◆ Task: The lines you return should be those containing the string "ChangePasswordForm", taken from the data below.

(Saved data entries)
§ §
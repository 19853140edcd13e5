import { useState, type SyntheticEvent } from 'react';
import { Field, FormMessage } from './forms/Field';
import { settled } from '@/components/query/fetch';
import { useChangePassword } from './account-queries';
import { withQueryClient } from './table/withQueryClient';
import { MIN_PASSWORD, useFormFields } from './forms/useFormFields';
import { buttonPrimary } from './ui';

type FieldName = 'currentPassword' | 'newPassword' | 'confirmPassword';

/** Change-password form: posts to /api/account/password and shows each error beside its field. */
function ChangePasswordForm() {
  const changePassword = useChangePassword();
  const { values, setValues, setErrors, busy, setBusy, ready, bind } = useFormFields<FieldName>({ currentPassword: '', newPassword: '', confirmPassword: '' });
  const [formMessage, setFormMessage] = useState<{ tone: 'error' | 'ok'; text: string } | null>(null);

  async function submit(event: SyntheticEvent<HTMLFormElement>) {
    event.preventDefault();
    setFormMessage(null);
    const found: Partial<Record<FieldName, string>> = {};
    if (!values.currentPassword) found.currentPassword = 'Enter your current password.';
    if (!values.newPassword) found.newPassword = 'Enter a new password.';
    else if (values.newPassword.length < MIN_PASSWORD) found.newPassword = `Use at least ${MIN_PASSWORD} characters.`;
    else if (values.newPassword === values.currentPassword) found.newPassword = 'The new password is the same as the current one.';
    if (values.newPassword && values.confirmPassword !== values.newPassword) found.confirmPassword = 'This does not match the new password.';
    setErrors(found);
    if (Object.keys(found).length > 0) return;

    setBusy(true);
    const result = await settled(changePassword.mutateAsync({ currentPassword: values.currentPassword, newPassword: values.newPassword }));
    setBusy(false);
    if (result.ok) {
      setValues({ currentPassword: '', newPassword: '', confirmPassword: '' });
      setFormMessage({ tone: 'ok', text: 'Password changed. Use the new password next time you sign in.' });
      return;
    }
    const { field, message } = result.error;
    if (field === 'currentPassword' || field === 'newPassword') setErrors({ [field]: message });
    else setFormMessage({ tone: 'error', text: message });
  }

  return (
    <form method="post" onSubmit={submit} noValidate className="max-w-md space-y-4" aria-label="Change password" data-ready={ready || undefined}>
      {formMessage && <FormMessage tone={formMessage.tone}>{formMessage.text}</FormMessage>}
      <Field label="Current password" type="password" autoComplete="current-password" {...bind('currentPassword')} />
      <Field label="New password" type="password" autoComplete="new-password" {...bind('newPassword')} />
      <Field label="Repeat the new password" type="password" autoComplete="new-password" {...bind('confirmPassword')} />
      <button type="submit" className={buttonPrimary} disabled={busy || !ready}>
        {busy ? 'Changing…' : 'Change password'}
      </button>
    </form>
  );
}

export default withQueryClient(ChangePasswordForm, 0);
§ §
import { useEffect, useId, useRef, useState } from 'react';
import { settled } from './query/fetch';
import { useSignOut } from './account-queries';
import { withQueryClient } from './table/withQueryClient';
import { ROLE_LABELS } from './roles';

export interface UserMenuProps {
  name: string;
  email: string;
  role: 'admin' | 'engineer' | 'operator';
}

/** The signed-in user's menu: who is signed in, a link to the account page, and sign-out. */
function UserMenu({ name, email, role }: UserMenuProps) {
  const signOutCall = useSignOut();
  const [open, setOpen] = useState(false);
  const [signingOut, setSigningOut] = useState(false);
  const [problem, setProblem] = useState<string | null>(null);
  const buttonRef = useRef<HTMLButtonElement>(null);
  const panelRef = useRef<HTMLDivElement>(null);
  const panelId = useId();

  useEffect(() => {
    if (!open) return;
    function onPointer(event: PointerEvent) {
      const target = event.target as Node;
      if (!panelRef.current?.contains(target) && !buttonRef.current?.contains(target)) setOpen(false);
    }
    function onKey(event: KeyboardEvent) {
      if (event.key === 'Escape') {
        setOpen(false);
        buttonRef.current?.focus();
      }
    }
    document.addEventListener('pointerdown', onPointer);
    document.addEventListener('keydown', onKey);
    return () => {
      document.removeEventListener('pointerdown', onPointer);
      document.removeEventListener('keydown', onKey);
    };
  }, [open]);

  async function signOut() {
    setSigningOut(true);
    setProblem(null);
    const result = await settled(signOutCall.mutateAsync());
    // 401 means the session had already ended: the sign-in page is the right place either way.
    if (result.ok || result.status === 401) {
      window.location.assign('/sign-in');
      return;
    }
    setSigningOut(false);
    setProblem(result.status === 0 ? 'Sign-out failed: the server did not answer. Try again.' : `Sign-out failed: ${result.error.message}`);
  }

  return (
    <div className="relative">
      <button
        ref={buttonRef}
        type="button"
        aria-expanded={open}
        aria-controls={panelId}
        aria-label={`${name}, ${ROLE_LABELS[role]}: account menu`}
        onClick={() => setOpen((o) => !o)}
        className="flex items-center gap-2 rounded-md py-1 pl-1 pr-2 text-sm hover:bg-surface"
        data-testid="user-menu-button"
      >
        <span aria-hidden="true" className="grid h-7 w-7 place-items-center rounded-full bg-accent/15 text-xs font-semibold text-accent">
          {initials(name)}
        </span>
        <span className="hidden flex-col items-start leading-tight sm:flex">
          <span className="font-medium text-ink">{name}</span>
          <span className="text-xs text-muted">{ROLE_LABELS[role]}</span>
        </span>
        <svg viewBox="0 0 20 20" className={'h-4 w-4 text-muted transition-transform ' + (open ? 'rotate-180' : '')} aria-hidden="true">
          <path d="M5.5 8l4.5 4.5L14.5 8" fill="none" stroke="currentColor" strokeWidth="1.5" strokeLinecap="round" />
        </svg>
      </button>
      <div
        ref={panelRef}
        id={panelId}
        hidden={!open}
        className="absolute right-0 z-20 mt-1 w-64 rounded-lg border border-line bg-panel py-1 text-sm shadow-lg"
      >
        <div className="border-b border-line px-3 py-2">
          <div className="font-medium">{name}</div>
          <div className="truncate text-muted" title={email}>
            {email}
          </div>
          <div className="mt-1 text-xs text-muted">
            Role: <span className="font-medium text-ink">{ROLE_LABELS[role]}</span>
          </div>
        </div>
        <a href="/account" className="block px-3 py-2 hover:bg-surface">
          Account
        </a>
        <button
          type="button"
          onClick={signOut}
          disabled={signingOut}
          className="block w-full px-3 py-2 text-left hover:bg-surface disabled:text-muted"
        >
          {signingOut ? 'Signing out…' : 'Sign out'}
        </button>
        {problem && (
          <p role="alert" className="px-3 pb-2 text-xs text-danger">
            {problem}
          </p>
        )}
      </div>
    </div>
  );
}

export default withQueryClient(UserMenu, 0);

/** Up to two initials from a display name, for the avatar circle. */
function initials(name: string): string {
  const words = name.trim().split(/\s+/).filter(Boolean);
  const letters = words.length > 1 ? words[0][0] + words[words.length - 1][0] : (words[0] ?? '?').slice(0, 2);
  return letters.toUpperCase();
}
§ §
◆ Solution to this exercise:
function ChangePasswordForm() {
export default withQueryClient(ChangePasswordForm, 0);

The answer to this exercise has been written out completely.